22nd International Symposium on Computer Architecture, pages 287-296, June 1995.
Accurate instruction fetch and branch prediction is increasingly important on today's wide-issue architectures. Fetch prediction is the process of determining the next instruction to request from the memory subsystem. Branch prediction is the process of predicting the likely out-come of branch instructions. Several researchers have proposed very effective fetch and branch prediction mechanisms including branch target buffers (BTB) that store the target addresses of taken branches. An alternative approach fetches the instruction following a branch by using an index into the cache instead of a branch target address. We call such an index a next cache line and set (NLS) predictor. A NLS predictor is a pointer into the instruction cache, indicating the target instruction of a branch.

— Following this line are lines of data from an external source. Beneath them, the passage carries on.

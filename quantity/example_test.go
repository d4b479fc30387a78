package quantity_test

import (
	"errors"
	"fmt"

	"similis.dev/similis/quantity"
)

// The error model: a formula bug panics at once with an *Error of class
// ErrDimension; values from input are checked first; user formulas run
// under Eval.
func Example() {
	rho := quantity.New(998.2, quantity.Density) // water at 20 °C
	v := quantity.New(2.0, quantity.Velocity)
	d := quantity.New(0.05, quantity.Length)
	mu := quantity.New(1.0016e-3, quantity.DynamicViscosity)

	re := rho.Mul(v).Mul(d).Div(mu)
	fmt.Printf("Re = %.4g (%s)\n", re.Value(), re.Dim())

	// A viscosity read from a file turns out to be kinematic.
	fromFile := quantity.New(1.0034e-6, quantity.KinematicViscosity)
	if err := fromFile.CheckNamed("μ", quantity.DynamicViscosity); err != nil {
		fmt.Println(err)
	}

	// A user's formula that adds a pressure to a velocity.
	_, err := quantity.Eval(func() quantity.Quantity {
		return quantity.New(101325, quantity.Pressure).Add(v)
	})
	fmt.Println(errors.Is(err, quantity.ErrDimension), err)
	// Output:
	// Re = 9.966e+04 (1)
	// μ: want dynamic viscosity [Pa·s], got kinematic viscosity, thermal diffusivity, diffusion coefficient [m²·s⁻¹]
	// true cannot add pressure, stress [Pa] and velocity [m·s⁻¹]
}

func ExampleDim() {
	k, _ := quantity.ParseDim("kg m^(-1/2) s^-2") // fracture toughness, MPa·√m
	fmt.Println(k, "|", k.SIUnit(), "|", quantity.KindName(k))
	p, _ := quantity.Force.Div(quantity.Area)
	fmt.Println(p == quantity.Pressure, p.SIUnitASCII())
	// Output:
	// L^(-1/2) M T⁻² | kg·m^(-1/2)·s⁻² | stress intensity factor
	// true kg m^-1 s^-2
}

func ExampleSeries() {
	rho := quantity.NewSeries([]float64{998, 997, 996}, quantity.Density)
	v := quantity.NewSeries([]float64{1, 2, 3}, quantity.Velocity)
	var q quantity.Series
	q.SetMul(rho, v) // dynamic pressure ½ρV², no allocation once q has grown
	q.SetMul(q, v)
	q.SetScale(q, 0.5)
	fmt.Printf("%.1f\n", q.Values())
	fmt.Println(q.Dim().SIUnit(), q.Max())
	// Output:
	// [499.0 1994.0 4482.0]
	// kg·m⁻¹·s⁻² 4482 Pa
}

func ExampleQuantity_Format() {
	rho := quantity.New(1.225, quantity.Density)
	fmt.Printf("%v | %.2g | %#v | %12.3e|\n", rho, rho, rho, rho)
	// Output:
	// 1.225 kg·m⁻³ | 1.2 kg·m⁻³ | 1.225 kg m^-3 | 1.225e+00 kg·m⁻³|
}

// A force, a pressure and a power print with the SI special names N, Pa
// and W, a dynamic viscosity and a specific heat capacity with the SI's
// compounds of them, and each reads back to the same bits; energy and
// torque share a dimension and print N·m, right for both. A frequency is
// not guessed to be in Hz. For other units, see the units package's
// Printer.
func ExampleQuantity_String() {
	r := quantity.New(138434.1, quantity.Force)
	fmt.Println(r, quantity.New(101325, quantity.Pressure), quantity.New(2.5e6, quantity.Power), quantity.New(12, quantity.Energy))
	mu := quantity.New(0.0010016, quantity.DynamicViscosity)
	fmt.Println(mu, quantity.New(4186, quantity.SpecificHeatCapacity), quantity.New(50, quantity.Frequency))
	back, err := quantity.ParseQuantitySI(mu.String())
	fmt.Println(back == mu, err)
	// Output:
	// 138434.1 N 101325 Pa 2.5e+06 W 12 N·m
	// 0.0010016 Pa·s 4186 J/(kg·K) 50 s⁻¹
	// true <nil>
}

// The Reynolds number of three pipe-flow readings (invented), as the
// Series documentation writes it.
func ExampleSeries_reynolds() {
	rho := quantity.NewSeries([]float64{998.2, 998.2, 997.0}, quantity.Density)
	v := quantity.NewSeries([]float64{0.5, 1.0, 2.0}, quantity.Velocity)
	d := quantity.NewSeries([]float64{0.05, 0.05, 0.05}, quantity.Length)
	mu := quantity.NewSeries([]float64{1.002e-3, 1.002e-3, 0.890e-3}, quantity.DynamicViscosity)
	var re quantity.Series
	re.SetMul(rho, v)
	re.SetMul(re, d)
	re.SetDiv(re, mu) // ρVD/μ
	fmt.Printf("%.0f %v\n", re.Values(), re.Dim().IsDimensionless())
	// Output:
	// [24905 49810 112022] true
}
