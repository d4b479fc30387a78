package quantity_test

import (
	"errors"
	"fmt"
	"math"
	"strings"
	"testing"

	q "similis.dev/similis/quantity"
)

// TestErrorsOneType: every error the package returns other than a
// dimension error — text that does not parse, an exact rational
// operation that cannot be done, Series of different lengths — is a
// *quantity.Error matching exactly one class, also when wrapped again;
// a dimension error is a *DimensionError of class ErrDimension.
func TestErrorsOneType(t *testing.T) {
	one := func(_ any, err error) error { return err }
	lengths := func() (err error) {
		defer func() { err, _ = recover().(error) }()
		var c q.Series
		c.SetAdd(q.NewSeries(make([]float64, 3), q.Length), q.NewSeries(make([]float64, 2), q.Length))
		return nil
	}
	classes := []error{q.ErrDimension, q.ErrRange, q.ErrParse, q.ErrUnknown, q.ErrInvalid}
	for _, c := range []struct {
		name  string
		err   error
		class error
		text  string // a part of the message
	}{
		{"ParseDim", one(q.ParseDim("L^x")), q.ErrParse, "at offset"},
		{"ParseDim too long", one(q.ParseDim(strings.Repeat("L", 300))), q.ErrParse, "longer than 256"},
		{"ParseQuantitySI", one(q.ParseQuantitySI("1..2 m")), q.ErrParse, "at offset"},
		{"ParseRat", one(q.ParseRat("1/x")), q.ErrParse, `parse "1/x"`},
		{"NewRat zero denominator", one(q.NewRat(1, 0)), q.ErrRange, "zero denominator"},
		{"Rat.Add overflow", one(q.RatInt(math.MaxInt64).Add(q.RatInt(math.MaxInt64))), q.ErrRange, "64-bit fractions"},
		{"Rat.Div by 0", one(q.RatInt(1).Div(q.RatInt(0))), q.ErrRange, "division by zero"},
		{"Coprime short dst", one(q.Coprime(make([]q.Rat, 1), []q.Rat{q.RatInt(1), q.RatInt(2)})), q.ErrInvalid, "lengths 1 and 2"},
		{"Series lengths", lengths(), q.ErrInvalid, "series of lengths 3 and 2"},
		{"MarshalText NaN", one(q.New(math.NaN(), q.Length).MarshalText()), q.ErrInvalid, "not finite"},
	} {
		if c.err == nil {
			t.Errorf("%s: no error", c.name)
			continue
		}
		for _, err := range []error{c.err, fmt.Errorf("run 7: %w", c.err)} {
			var e *q.Error
			if !errors.As(err, &e) {
				t.Errorf("%s: %T is not a *quantity.Error", c.name, err)
				continue
			}
			var n int
			for _, cl := range classes {
				if errors.Is(err, cl) {
					n++
				}
			}
			if n != 1 || !errors.Is(err, c.class) {
				t.Errorf("%s: %v matches %d classes, want %v alone", c.name, err, n, c.class)
			}
			if !strings.Contains(err.Error(), c.text) {
				t.Errorf("%s: %q does not say %q", c.name, err, c.text)
			}
		}
	}
}

// TestClassOf: the one class of an error, through wrapping; nil for an
// error of no class.
func TestClassOf(t *testing.T) {
	_, parseErr := q.ParseDim("L^x")
	for _, tc := range []struct {
		err  error
		want error
	}{
		{nil, nil},
		{errors.New("disk full"), nil},
		{parseErr, q.ErrParse},
		{fmt.Errorf("reading: %w", parseErr), q.ErrParse},
		{q.New(1, q.Length).Check(q.Time), q.ErrDimension},
	} {
		if got := q.ClassOf(tc.err); got != tc.want {
			t.Errorf("ClassOf(%v) = %v, want %v", tc.err, got, tc.want)
		}
	}
}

In this paper we examine the use of NLS predictors for efficient and accurate fetch and branch prediction. Previous studies associated each NLS predictor with a cache line and provided only one-bit conditional branch prediction. Our study examines the use of NLS predictors with highly accurate 2-level correlated branch architectures. We examine the performance of decoupling the NLS predictors from the cache line and storing them in a separate tag-less memory buffer. Our results show that the decoupled architecture performs better than associating the NLS predictors with the cache line, that the NLS architecture benefits from reduced miss rates and it is particularly effective for programs containing many branches. We also provide an in-depth comparison between the NLS and BTB architectures, showing that the NLS architecture is a competitive alternative to the BTB design.